野乃花看着那个曾经叠在一起、现在又分开的影子,把嘴唇抿成一条线。
誉滑到场边,停下来,喘着气。
她的脸红扑扑的,额头上有细密的汗珠,在灯光下亮晶晶的。
她看着林晓,林晓正从冰面上走过来,步子很稳,表情已经恢复了平时的平。
“我感觉——还不是很熟练。”誉说,声音带着喘,“之后,还能不能找你帮忙?”
她看着林晓,金色的眼睛里带着一种“我知道我在麻烦你但我想试试”的小心。
林晓停下来,站在她面前。
他低头看着她,脸上的表情没有变化,但眼睛里的光不是平的——是那种“我在认真回答你”的亮。
“你的跳跃,还有你发自内心的热爱——”他停了一下,声音比平时低了一点,“值得我的帮助。”
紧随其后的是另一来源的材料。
/** Environments whose rows are lines of their own. */
const LAYOUTS =
  /\\(?:begin|end)\{(?:align|aligned|gather|gathered|eqnarray|equation|split|multline|displaymath|math)\*?\}(?:\[[a-z]\])?/g;

/**
 * Splits pasted text into the TeX of single lines: rows of align environments and displayed formulas, one formula or one
 * typed line each. Matrices and cases keep their rows. Blank lines and alignment marks go.
 */
export function linesFromPaste(text: string): readonly string[] {
  const source = text
    .replaceAll('\r', '')
    .replace(/\\\\\s*\[-?[\d.]+ *[a-z]{2}\]/g, '\\\\')
    .replace(/(?<!\\)\\[[\]]|\$\$/g, '\n$$')
    .replace(/(?<!\\)\\[()]/g, '$$')
    .replace(LAYOUTS, '\n$$');
  const lines = splitRows(source);
  return lines.map(cleanLine).filter((line) => line !== '');
}

/** At line ends and at `\\`, except within a block that stays together, such as a matrix. */
function splitRows(source: string): string[] {
  const rows: string[] = [];
  let row = '';
  let depth = 0;
  for (const [piece] of source.matchAll(/\\(?:[a-zA-Z]+|[^])|[^\\\n]+|\n|\\/g)) {
    if (piece === '\\begin') depth += 1;
    if (piece === '\\end') depth = Math.max(0, depth - 1);
    const isBreak = piece === '\n' || piece === '\\\\' || piece === '\\cr' || piece === '\\newline';
    if (isBreak && depth === 0) {
      rows.push(row);
      row = '';
    } else if (piece === '&' && depth === 0) row += ' ';
    else row += depth === 0 ? piece.replaceAll('&', ' ') : piece === '\n' ? ' ' : piece;
  }
  return [...rows, row];
}

function cleanLine(raw: string): string {
  const line = raw
    .replace(/\\(?:nonumber|notag|label\{[^}]*\}|tag\*?\{[^}]*\})/g, '')
    .replaceAll('$', '')
    .replace(/^\s*(?:\d{1,2}[.)]\s|•)/, '')
    .replace(/\s+/g, ' ')
    .trim();
  return raw.includes('$') || line.includes('\\') ? line : plainToTex(line);
}

/** Typed maths without a backslash: a power takes all its digits, its sign and its bracket, as the typist meant. */
export function plainToTex(line: string): string {
  let text = '';
  for (let at = 0; at < line.length; at += 1) {
    const isPower = line[at] === '^' || (line[at] === '*' && line[at + 1] === '*');
    if (!isPower) {
      text += line[at];
      continue;
    }
    if (line[at] === '*') at += 1;
    const exponent = takeExponent(line.slice(at + 1));
    const raised = stripBrackets(plainToTex(exponent.trim()));
    text += raised.length < 2 ? `^${raised}` : `^{${raised}}`;
    at += exponent.length;
  }
  return text;
}

/** `10`, `-2`, `(n+1)`, `x`: what stands raised after a caret. */
function takeExponent(rest: string): string {
  if (/^\s*\{/.test(rest)) return '';
  const simple = /^\s*[-+−]?\s*(?:\d+(?:[.]\d+)?|[a-zA-Zα-ω])/.exec(rest);
  if (simple) return simple[0];
  const open = /^\s*[-+−]?\s*\(/.exec(rest);
  if (!open) return '';
  let depth = 0;
  for (let at = open[0].length - 1; at < rest.length; at += 1) {
    if (rest[at] === '(') depth += 1;
    if (rest[at] === ')' && --depth === 0) return rest.slice(0, at + 1);
  }
  return '';
}

function stripBrackets(text: string): string {
  if (!text.startsWith('(') || !text.endsWith(')')) return text;
  let depth = 0;
  for (let at = 0; at < text.length - 1; at += 1) {
    if (text[at] === '(') depth += 1;
    if (text[at] === ')' && --depth === 0) return text;
  }
  return text.slice(1, -1);
}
誉看着他的眼睛,黑色的,安静的,深不见底的。她在那双眼睛的底部看见了自己的倒影——小小的,站在冰面上,脸很红,头发有点乱,但眼睛很亮。
她看着那个倒影,觉得那是她很久以前的样子,很久很久以前,在她还没有受伤、还没有害怕、还没有在意别人眼光的时候。
那个倒影在看着她,对她说:你还可以跳。
誉的嘴角翘起来了,不是那种害羞的、小小的笑,是那种“好吧我试试”的笑——嘴角翘得更高,眼睛弯得更深,脸颊上挤出一个她自己都不知道的酒窝。
“好。”她说。一个字,很轻,但很稳。
野乃花站在场边,看着誉的笑,看着林晓的背影,看着他们之间那个不远不近的距离。